**What this task involves**
Repeat precisely the span of lines below that opens with the line containing "mapped_level = any(r" and closes with the line containing "check for td", both included.

**Supplied records**
* * * * *

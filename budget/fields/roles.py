"""Roles stage of budget.fields: which variable of the raw dataset plays which role.

Detection reads the role catalogue (budget.catalogue): an explicit ``var_map`` first, then
CF standard names, then the common short names.  Level inputs need u, v, q and ps, column
inputs qu, qv and w.  When a level input has no specific humidity, one of the humidity forms
(mixing ratio; relative humidity with temperature; dew point; vapour pressure) stands in for
it and budget.fields.humidity derives q later.
"""

from __future__ import annotations

from dataclasses import dataclass, field

import xarray as xr

from ..catalogue import ALL_ROLES, COLUMN_ROLES, HUMIDITY_FORMS, LEVEL_ROLES, ROLES, role, roles_for
from ..errors import FieldsError
from ..units import TABLES, dimension_of, to_si
from .grid import GridDims
from .hints import contents, describe_role, var_hint
from .levels import hybrid_surface_pressure


@dataclass
class RoleChoice:
    """The roles stage's result.

    kind:        "levels" or "column"
    found:       {role: variable} of the required roles of ``kind`` (q may be absent when
                 ``humidity`` names its sources)
    humidity:    {form: variable} standing in for q (e.g. {"rh": "r", "t": "t"}), else {}
    column:      {role: variable} of all column roles when a level input also holds them
    vdim:        the vertical dimension of level inputs (raw name), else None
    """

    kind: str
    found: dict
    humidity: dict = field(default_factory=dict)
    column: dict = field(default_factory=dict)
    vdim: str | None = None


def spatial_extra_dims(var: xr.DataArray, hdims: set[str]) -> list[str]:
    return [d for d in var.dims if d not in hdims and var.sizes[d] > 1]


def _fits(key: str, var: xr.DataArray, g: GridDims) -> bool:
    if g.lat_dim not in var.dims or g.lon_dim not in var.dims:
        return False
    extra = spatial_extra_dims(var, g.hdims)
    return len(extra) == 1 if role(key).on_levels else len(extra) == 0


def detect(ds: xr.Dataset, keys, var_map: dict, g: GridDims, taken=()) -> dict[str, str]:
    """{role: variable} for the roles in ``keys``: mapped, then standard name, then short name."""
    found: dict[str, str] = {}
    names = list(ds.data_vars)
    used: set[str] = set(taken)
    for key in keys:
        if key in var_map:
            found[key] = var_map[key]
            used.add(var_map[key])
    for key in keys:
        if key in found:
            continue
        for n in names:
            std = ds[n].attrs.get("standard_name")
            if n not in used and std in role(key).standard_names and _fits(key, ds[n], g):
                found[key] = n
                used.add(n)
                break
    for key in keys:
        if key in found:
            continue
        for n in role(key).short_names:
            if n in ds.data_vars and n not in used and _fits(key, ds[n], g):
                found[key] = n
                used.add(n)
                break
    return found


def check_mapping(raw: xr.Dataset, var_map: dict, units: dict, where: str) -> None:
    """Refuse unknown roles, mapped variables the input does not hold, and mapped variables
    whose standard name or units show they are another quantity (--var q=ps)."""
    bad = [r for r in var_map if r not in ALL_ROLES]
    if bad:
        raise FieldsError(
            f"Unknown role '{bad[0]}' in the variable mapping; roles are "
            f"{', '.join(ALL_ROLES)} (e.g. --var q=hus)."
        )
    for key, name in var_map.items():
        if name not in raw.variables or name in raw.dims:
            raise FieldsError(
                f"The variable '{name}' given for {describe_role(key)} is not in "
                f"{where}, which holds: {contents(raw)}; correct {var_hint(key)}."
            )
        _refuse_other_quantity(raw[name], key, name, units, where)


def _refuse_other_quantity(var: xr.DataArray, key: str, name: str, units: dict, where: str):
    """A mapped variable whose CF standard name or units belong to another role only."""
    me = role(key)
    std = var.attrs.get("standard_name")
    clue = None
    if std and std not in me.standard_names:
        other = [r for r in ROLES if std in r.standard_names]
        if other:
            clue = f"its standard name '{std}' marks it as {other[0].long_name}"
            if key == "q" and other[0].key in HUMIDITY_FORMS:
                clue += f" (give it as --var {other[0].key}={name}, and q is derived from it)"
    raw_units = var.attrs.get("units")
    if (clue is None and raw_units is not None and key not in units and name not in units
            and me.dimension in TABLES and to_si(raw_units, me.dimension) is None):
        dims = [d for d in dimension_of(raw_units)]
        if dims:
            clue = f"its units '{raw_units}' are a {dims[0].replace('_', ' ')}, not a {me.dimension.replace('_', ' ')}"
    if clue:
        raise FieldsError(
            f"Variable '{name}' in {where} cannot serve as {describe_role(key)}: {clue}; "
            f"name the right variable with {var_hint(key)}."
        )


def _kind(level_found, column_found, var_map, raw, where, humidity) -> str:
    n_level = len(level_found) + (1 if humidity and "q" not in level_found else 0)
    mapped_level = any(r in var_map for r in LEVEL_ROLES + HUMIDITY_FORMS + ("t",))
    mapped_column = any(r in var_map for r in COLUMN_ROLES)
    if mapped_column and not mapped_level:
        return "column"
    if mapped_level and not mapped_column:
        return "levels"
    if n_level == len(LEVEL_ROLES):
        return "levels"
    if len(column_found) == len(COLUMN_ROLES):
        return "column"
    if level_found and (len(level_found) >= len(column_found) or not column_found):
        return "levels"
    if column_found:
        return "column"
    raise FieldsError(
        f"Found none of the variables Fluxfence needs in {where}, which holds: "
        f"{contents(raw)}; level inputs need u, v, q, ps and column inputs need qu, qv, w "
        "(name them with --var role=NAME, e.g. --var q=hus)."
    )


def _humidity_form(raw, var_map, g, taken) -> dict:
    """{form: variable[, "t": temperature]} of the first humidity form present, else {}."""
    forms = detect(raw, HUMIDITY_FORMS, var_map, g, taken)
    for form in HUMIDITY_FORMS:
        if form in forms:
            out = {form: forms[form]}
            if form in ("rh", "td"):  # temperature: needed for rh, a check for td
                out.update(detect(raw, ("t",), var_map, g, set(taken) | {forms[form]}))
            return out
    return {}


def choose_roles(raw: xr.Dataset, g: GridDims, var_map: dict, units: dict, where: str) -> RoleChoice:
    """The roles stage: the kind of input and the variable behind each role."""
    check_mapping(raw, var_map, units, where)
    level_found = detect(raw, LEVEL_ROLES, var_map, g)
    column_found = detect(raw, COLUMN_ROLES, var_map, g)
    humidity = {}
    if "q" not in level_found and "u" in level_found:
        humidity = _humidity_form(raw, var_map, g, set(level_found.values()))
    kind = _kind(level_found, column_found, var_map, raw, where, humidity)
    found = level_found if kind == "levels" else column_found
    vdim = None
    if kind == "levels":
        for key in ("u", "v", "q"):
            if key in found:
                ex = spatial_extra_dims(raw[found[key]], g.hdims)
                if len(ex) == 1:
                    vdim = ex[0]
                    break
        psn = hybrid_surface_pressure(raw, vdim) if "ps" not in var_map else None
        if psn:  # hybrid coordinates name their own surface pressure
            found["ps"] = psn
    choice = RoleChoice(kind, found, humidity if kind == "levels" else {}, {}, vdim)
    _refuse_missing(choice, raw, where)
    if kind == "levels" and len(column_found) == len(COLUMN_ROLES):
        choice.column = column_found
    for key, name in {**found, **choice.humidity}.items():
        check_dims(key, name, raw, g, where, g.time_dim)
    if kind == "levels":
        _same_levels(choice, raw, g, where)
    return choice


def _refuse_missing(choice: RoleChoice, raw, where) -> None:
    needed = LEVEL_ROLES if choice.kind == "levels" else COLUMN_ROLES
    missing = [r for r in needed if r not in choice.found]
    if "q" in missing and choice.humidity:
        missing.remove("q")
        if "rh" in choice.humidity and "t" not in choice.humidity:
            raise FieldsError(
                f"Relative humidity '{choice.humidity['rh']}' in {where} needs the air "
                f"temperature on the same levels to give specific humidity, and {where} holds "
                f"none; add it to the inputs or name it with {var_hint('t')}."
            )
    if missing:
        names = ", ".join(describe_role(r) for r in missing)
        other = (" (or give relative humidity with temperature, the dew point, the mixing ratio "
                 "or the vapour pressure, e.g. --var rh=NAME --var t=NAME)") if missing[0] == "q" else ""
        raise FieldsError(
            f"No variable found for {names} in {where}, which holds: {contents(raw)}; "
            f"name it with {var_hint(missing[0])}{other}."
        )


def _same_levels(choice: RoleChoice, raw, g: GridDims, where) -> None:
    on_levels = [k for k in ("u", "v", "q") if k in choice.found] + list(choice.humidity)
    first = choice.found["u"]
    for key in on_levels:
        name = choice.found.get(key, choice.humidity.get(key))
        ex = spatial_extra_dims(raw[name], g.hdims)
        if ex[0] != choice.vdim:
            raise FieldsError(
                f"Variables '{first}' and '{name}' in {where} lie on different "
                f"vertical coordinates ('{choice.vdim}' and '{ex[0]}'); u, v and q must share "
                "one set of levels."
            )


def check_dims(key, name, raw, g: GridDims, where, time_dim=None):
    """Refuse a variable whose dims do not suit its role, naming variable, role and file."""
    var = raw[name]
    what = describe_role(key)
    if time_dim is not None and time_dim not in var.dims:
        raise FieldsError(
            f"Variable '{name}' chosen for {what} in {where} has no "
            f"'{time_dim}' dimension while the file has one; give it the time dimension or name "
            f"another variable with {var_hint(key)}."
        )
    if g.lat_dim not in var.dims or g.lon_dim not in var.dims:
        raise FieldsError(
            f"Variable '{name}' chosen for {what} in {where} is not "
            f"on the latitude-longitude grid (its dims are {', '.join(map(str, var.dims))}); "
            f"name another variable with {var_hint(key)}."
        )
    extra = spatial_extra_dims(var, g.hdims)
    if role(key).on_levels and len(extra) != 1:
        if not extra:
            raise FieldsError(
                f"Variable '{name}' chosen for {what} in {where} has "
                f"no vertical dimension; level inputs need {key} on pressure or hybrid levels "
                f"(name another variable with {var_hint(key)}, or give column inputs qu, qv, w)."
            )
        raise FieldsError(
            f"Variable '{name}' in {where} has more than one dimension besides time, latitude "
            f"and longitude ({', '.join(extra)}); select one member or level set first."
        )
    if not role(key).on_levels and extra:
        raise FieldsError(
            f"Variable '{name}' chosen for {what} in {where} has an "
            f"extra dimension '{extra[0]}' of size {var.sizes[extra[0]]}; it must be a 2-D "
            f"field in time (name another variable with {var_hint(key)})."
        )


def optional_roles(raw, choice: RoleChoice, var_map, g: GridDims, where, notes, check_units):
    """{role: variable} of the optional roles present and usable; detected ones that do not fit
    are left out with a note, mapped ones (var_map) that do not fit raise FieldsError.
    ``check_units(key, name)`` raises FieldsError when a unit cannot be converted."""
    keys = roles_for(choice.kind, required=False)
    taken = set(choice.found.values()) | set(choice.humidity.values())
    cand = detect(raw, keys, {r: n for r, n in var_map.items() if r in keys}, g, taken)
    out = {}
    for key, src in cand.items():
        try:
            check_dims(key, src, raw, g, where)
            if role(key).on_levels:
                ex = spatial_extra_dims(raw[src], g.hdims)
                if ex[0] != choice.vdim:
                    raise FieldsError(
                        f"Variable '{src}' ({role(key).long_name}) in {where} lies on '{ex[0]}', "
                        f"not on the levels '{choice.vdim}' of the winds; give it on the same levels."
                    )
            check_units(key, src)
        except FieldsError as exc:
            if key in var_map:
                raise
            notes.append(f"'{src}' was not used as {role(key).long_name}: {exc}")
            continue
        out[key] = src
    return out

* * * * *

**Exercise output**
    mapped_level = any(r in var_map for r in LEVEL_ROLES + HUMIDITY_FORMS + ("t",))
    mapped_column = any(r in var_map for r in COLUMN_ROLES)
    if mapped_column and not mapped_level:
        return "column"
    if mapped_level and not mapped_column:
        return "levels"
    if n_level == len(LEVEL_ROLES):
        return "levels"
    if len(column_found) == len(COLUMN_ROLES):
        return "column"
    if level_found and (len(level_found) >= len(column_found) or not column_found):
        return "levels"
    if column_found:
        return "column"
    raise FieldsError(
        f"Found none of the variables Fluxfence needs in {where}, which holds: "
        f"{contents(raw)}; level inputs need u, v, q, ps and column inputs need qu, qv, w "
        "(name them with --var role=NAME, e.g. --var q=hus)."
    )


def _humidity_form(raw, var_map, g, taken) -> dict:
    """{form: variable[, "t": temperature]} of the first humidity form present, else {}."""
    forms = detect(raw, HUMIDITY_FORMS, var_map, g, taken)
    for form in HUMIDITY_FORMS:
        if form in forms:
            out = {form: forms[form]}
            if form in ("rh", "td"):  # temperature: needed for rh, a check for td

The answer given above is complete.